General Status: any content that you get from other systems may include images or references to content held on external servers, whether CDA, HTML, HL7 v2, or even PDF. If you are careless with the way you present the view, significant information might leak to the external server, up to and including the users password, or a system level authorization token, or the user’s identity. And no matter how careful you are, you cannot prevent some information leaking to the server - the users network address, and the URL of the image/reference. A malicious system could use this to track the use of the document it authored - but on the other hand, this may also be appropriate behaviour.

So what can you do?

  • Never put authentication information in the URL that is used to initiate display of clinical information (e.g. internally as a application library)
  • Never let the display library make the network call automatically - make the request in the application directly, and control the information that goes onto the wire explicitly
  • If the user clicks an external link, make it come up in their standard browser (using the ShellExec on windows or equivalent), so whatever happens doesn’t happen where the code has access to the clinical systems
  • The user should be warned about the difference between known safe and unknown content - but be careful, don’t nag them (as the legal people will want, every time; but soon the users click the warning by reflex, and won’t even know what it says)

Final note: this is being marketed as a CDA exploit. But it’s an exploit related to the ubiquity of HTML and controls, and it’s going to be more and more common…

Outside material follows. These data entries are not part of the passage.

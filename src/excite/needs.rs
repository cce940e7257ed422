//! How long the recording must be, and what the user should know beforehand.

use super::BandLevel;
use crate::design::Design;
use crate::evidence::FEWEST_SEGMENTS;
use crate::spec::{NamedBand, Requirement};
use crate::spectrum::{MIN_SEGMENT_FRAMES, segment_frames};

/// Fewest bins in which a band can be met.
const FEWEST_BINS: f64 = 4.0;
/// Bins that a band should hold.
const BINS: f64 = 10.0;
/// What can be shown should exceed what is required by this much, dB: the floor then adds
/// less than 1 dB to what is left.
const MARGIN_DB: f64 = 6.0;

/// Lengths from which more can be told, seconds, rising.
#[derive(Clone, Copy, Debug, PartialEq)]
pub struct Needs {
    /// Some band can be judged: 4 bins in the widest, after settling.
    pub least_s: f64,
    /// Every band can: 10 bins in the narrowest, after settling.
    pub every_band_s: f64,
    /// Eight segments that overlap by half: what is not coherent with the excitation
    /// counts as the device's own.
    pub device_noise_s: f64,
}

/// The bands that decide on lengths: those with a requirement, or all where there is none.
fn deciding(design: &Design) -> Vec<f64> {
    let width = |band: &NamedBand| band.line.to_hz - band.line.from_hz;
    let all = || design.bands.iter().map(|design| &design.band);
    let required: Vec<f64> = all().filter(|band| band.requirement != Requirement::Observe).map(width).collect();
    if required.is_empty() { all().map(width).collect() } else { required }
}

/// Segment length of a measurement that is not cut short, frames; `None` without bands or
/// at a rate so low that none fits.
pub(super) fn wanted_segment(design: &Design) -> Option<usize> {
    let narrowest_hz = deciding(design).into_iter().reduce(f64::min)?;
    segment_frames(design.rate_hz, Some(narrowest_hz), u64::MAX)
}

impl Needs {
    /// `None` without bands.
    pub(super) fn new(design: &Design) -> Option<Self> {
        let rate_hz = f64::from(design.rate_hz);
        let widths = deciding(design);
        let (narrowest_hz, widest_hz) =
            (widths.iter().copied().reduce(f64::min)?, widths.iter().copied().reduce(f64::max)?);
        let segment_s = wanted_segment(design)? as f64 / rate_hz;
        let shortest_s = MIN_SEGMENT_FRAMES as f64 / rate_hz;
        let halves = (FEWEST_SEGMENTS + 1) as f64 / 2.0;
        let every_band_s = design.unsettled_s() + (BINS / narrowest_hz).max(shortest_s);
        Some(Needs {
            least_s: design.unsettled_s() + (FEWEST_BINS / widest_hz).max(shortest_s),
            every_band_s,
            device_noise_s: every_band_s.max(design.unsettled_s() + halves * segment_s),
        })
    }
}

/// Sentences on what can't be shown with this excitation, and what to do about it.
pub(super) fn notes(bands: &[BandLevel], needs: &Needs, seconds: f64) -> Vec<String> {
    let mut notes = Vec::new();
    let short = grouped(bands, |band| band.shortest_s.is_some_and(|shortest_s| shortest_s > seconds));
    for group in short {
        let need_s = group.iter().filter_map(|band| band.shortest_s).fold(0.0, f64::max);
        notes.push(format!("{}: too short to judge, which takes {} s", told(&group), tenths_up(need_s)));
    }
    if seconds < needs.device_noise_s {
        notes.push(format!(
            "under {} s what the device adds of its own can't be told from what it lets through, unless `measure` is \
             given a recording of the idle device with --noise",
            tenths_up(needs.device_noise_s)
        ));
    }
    // In a recording too short for its narrowest band a longer one shows more. Where a
    // device like the spec's stages would miss the requirement, that is said below.
    let hidden = |band: &BandLevel, shown_db: Option<f64>| match (shown_db, band.required_db) {
        (Some(shown_db), Some(required_db)) => {
            seconds >= needs.every_band_s && shown_db < required_db + MARGIN_DB && !band.own_stages_fall_short()
        }
        _ => false,
    };
    let least = |group: &[&BandLevel], shown_db: fn(&BandLevel) -> Option<f64>| {
        group.iter().filter_map(|band| shown_db(band)).fold(f64::INFINITY, f64::min)
    };
    for group in grouped(bands, |band| hidden(band, band.shown_24_bit_db)) {
        notes.push(format!(
            "{}: {:.0} dB are the most that can be shown, at any length and with 24 bits too, as sound beside a band leaks \
             into it; narrow the band, or widen the stop, or ask for less",
            told(&group),
            least(&group, |band| band.shown_24_bit_db)
        ));
    }
    for group in grouped(bands, |band| hidden(band, band.shown_16_bit_db) && !hidden(band, band.shown_24_bit_db)) {
        notes.push(format!(
            "{}: with 16 bits {:.0} dB are the most that can be shown, at any length; record the device with 24",
            told(&group),
            least(&group, |band| band.shown_16_bit_db)
        ));
    }
    for group in grouped(bands, BandLevel::own_stages_fall_short) {
        let own_db = group.iter().filter_map(|band| band.own_stages_db).fold(f64::INFINITY, f64::min);
        let told = told(&group);
        notes.push(match group.first().map(|band| &band.band.requirement) {
            Some(Requirement::Residual { residual_dbfs }) => format!(
                "{told}: a limit to what remains is meant for recordings, and this excitation is louder than most: the spec's own \
                 stages would leave more than {residual_dbfs} dBFS of it; a device is better asked for reduce_db"
            ),
            _ => format!(
                "{told}: the excitation fills the whole band, and the spec's own stages would take {own_db:.1} dB out of it; \
                 to measure a device like them, narrow the band to where they reach the requirement (`bandproof design` says where)"
            ),
        });
    }
    notes
}

/// Bands that `apply`, those of one row together.
fn grouped(bands: &[BandLevel], applies: impl Fn(&BandLevel) -> bool) -> Vec<Vec<&BandLevel>> {
    let mut groups: Vec<Vec<&BandLevel>> = Vec::new();
    for band in bands.iter().filter(|band| applies(band)) {
        match groups.last_mut() {
            Some(group) if group.iter().any(|one| one.band.base_name == band.band.base_name) => group.push(band),
            _ => groups.push(vec![band]),
        }
    }
    groups
}

/// One band by its name, several of a row by the row's.
fn told(group: &[&BandLevel]) -> String {
    match group {
        [] => String::new(),
        [one] => one.band.name.clone(),
        [first, ..] => format!("{} ({} of its bands)", first.band.base_name, group.len()),
    }
}

/// Rounded up to a tenth: what is given is enough.
fn tenths_up(seconds: f64) -> String {
    format!("{:.1}", libm::ceil(seconds * 10.0) / 10.0)
}
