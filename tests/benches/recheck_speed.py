#!/usr/bin/env python3
"""Times recheck against sha256sum over the same files with as many processes as threads.

usage: recheck_speed.py [--files N] [--seconds S] [--rounds R] [--tool PATH]

N recordings of S seconds (default 24 of 120, 276 MB in all) are filtered once; their
outputs are then hashed by `find | xargs -P J sha256sum` and checked by
`recheck --jobs J`, in turn, R rounds (default 7), for 1 job and for one a core. The
ratio is that of the best times, theirs over ours: other work on the machine can only
make a round slower. Files come from the page cache on both sides. Both times are those
of the whole process, recheck's with reading the report and looking for new files.
Build first: cargo build --release
"""
import os
import subprocess
import sys
import tempfile
import time
from pathlib import Path

import timing


def timed(command):
    started = time.perf_counter()
    run = subprocess.run(command, stdout=subprocess.PIPE, text=True)
    seconds = time.perf_counter() - started
    if run.returncode != 0:
        sys.exit(f"{command} ended with status {run.returncode}:\n{run.stdout}")
    return seconds, run.stdout


def hash_with_sha256sum(folder, jobs):
    # A few files a process, so that no process is left with all the large ones.
    command = f"find '{folder}' -name '*.wav' -print0 | xargs -0 -n 4 -P {jobs} sha256sum"
    return timed(["sh", "-c", command])


def main():
    options = timing.options(__doc__, files=24, seconds=120, rounds=7)
    with tempfile.TemporaryDirectory() as folder:
        folder = Path(folder)
        timing.make_recordings(folder / "in", options.files, options.seconds)
        timing.run_tool(folder / "in", folder / "out", os.cpu_count(), options.tool)
        report = folder / "out" / "bandproof-report.json"
        total = sum(path.stat().st_size for path in (folder / "out").rglob("*.wav"))
        print(f"{options.files} files, {total / 1e6:.0f} MB, best of {options.rounds} alternating rounds")
        print("jobs  sha256sum s  recheck s  ratio  recheck GB/s")
        for jobs in sorted({1, os.cpu_count()}):
            theirs, ours = [], []
            for _ in range(options.rounds):
                seconds, printed = hash_with_sha256sum(folder / "out", jobs)
                if printed.count("\n") != options.files:
                    sys.exit(f"sha256sum printed {printed.count(chr(10))} hashes for {options.files} files")
                theirs.append(seconds)
                ours.append(timed([options.tool, "recheck", report, "--jobs", str(jobs)])[0])
            a, b = min(theirs), min(ours)
            print(f"{jobs:4} {a:12.3f} {b:10.3f} {a / b:6.2f} {total / b / 1e9:13.2f}", flush=True)


if __name__ == "__main__":
    main()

Update - General mitigating / risk minimization approaches

John Moehrke points out that there’s a series of general foundations that all applications should be using, which mitigate the likelihood of problems, and or the damage that can be caused.

Authentication

Always know who the other party (parties) your code is communicating with, establish the identity well, and ensure communications with them are secure. If the party is a user using the application directly, then securing communications to them isn’t hard - then the focus is on login. But my experience is that systems overlook authenticating other systems that they communicate with, even if they encrypt the communications - which makes the encryption largely wasted (see “man in the middle”). Authenticating your trading partners properly makes it much harder to introduce malicious content (and is the foundation on which the PCEHR responses above rest on). Note, though, the steady drum of media complaints about the administrative consequences of properly authenticating the systems the PCEHR interacts with - properly authenticating systems is an administrative burden, which is why it’s often not done.

Authorization

A fundamental part of application design is properly managed authorization, and to do so throughout the application. For instance, don’t assume that you can enforce all proper access control by managing what widgets are visible or enabled in the UI; eventually additional paths to execute functionality will need to be provided, in order to support some kind of workflow integration/management. Making the privileges explicit in operational code is much safer. And means that rogue code running the UI context doesn’t have unrestricted access to the system (though a hard break like between client/server is required to really make that work)

Audit logging

Log everything. With good metadata. Then, when there is belief that the system is penetrated, you can actually know whether it is or not. Make sure that the security on the system logs is particularly strong (no point keeping them, but making it easy for the malicious code to delete them). If nothing else, this will help trace an attacker, and prevent them from making the same attack again because no one can figure out what they did

Note: none of this is healthcare specific. It’s all just standard application design, but my experience is that a lot of systems in healthcare aren’t particularly armored against assault because it just doesn’t happen much. But it’s still a real concern.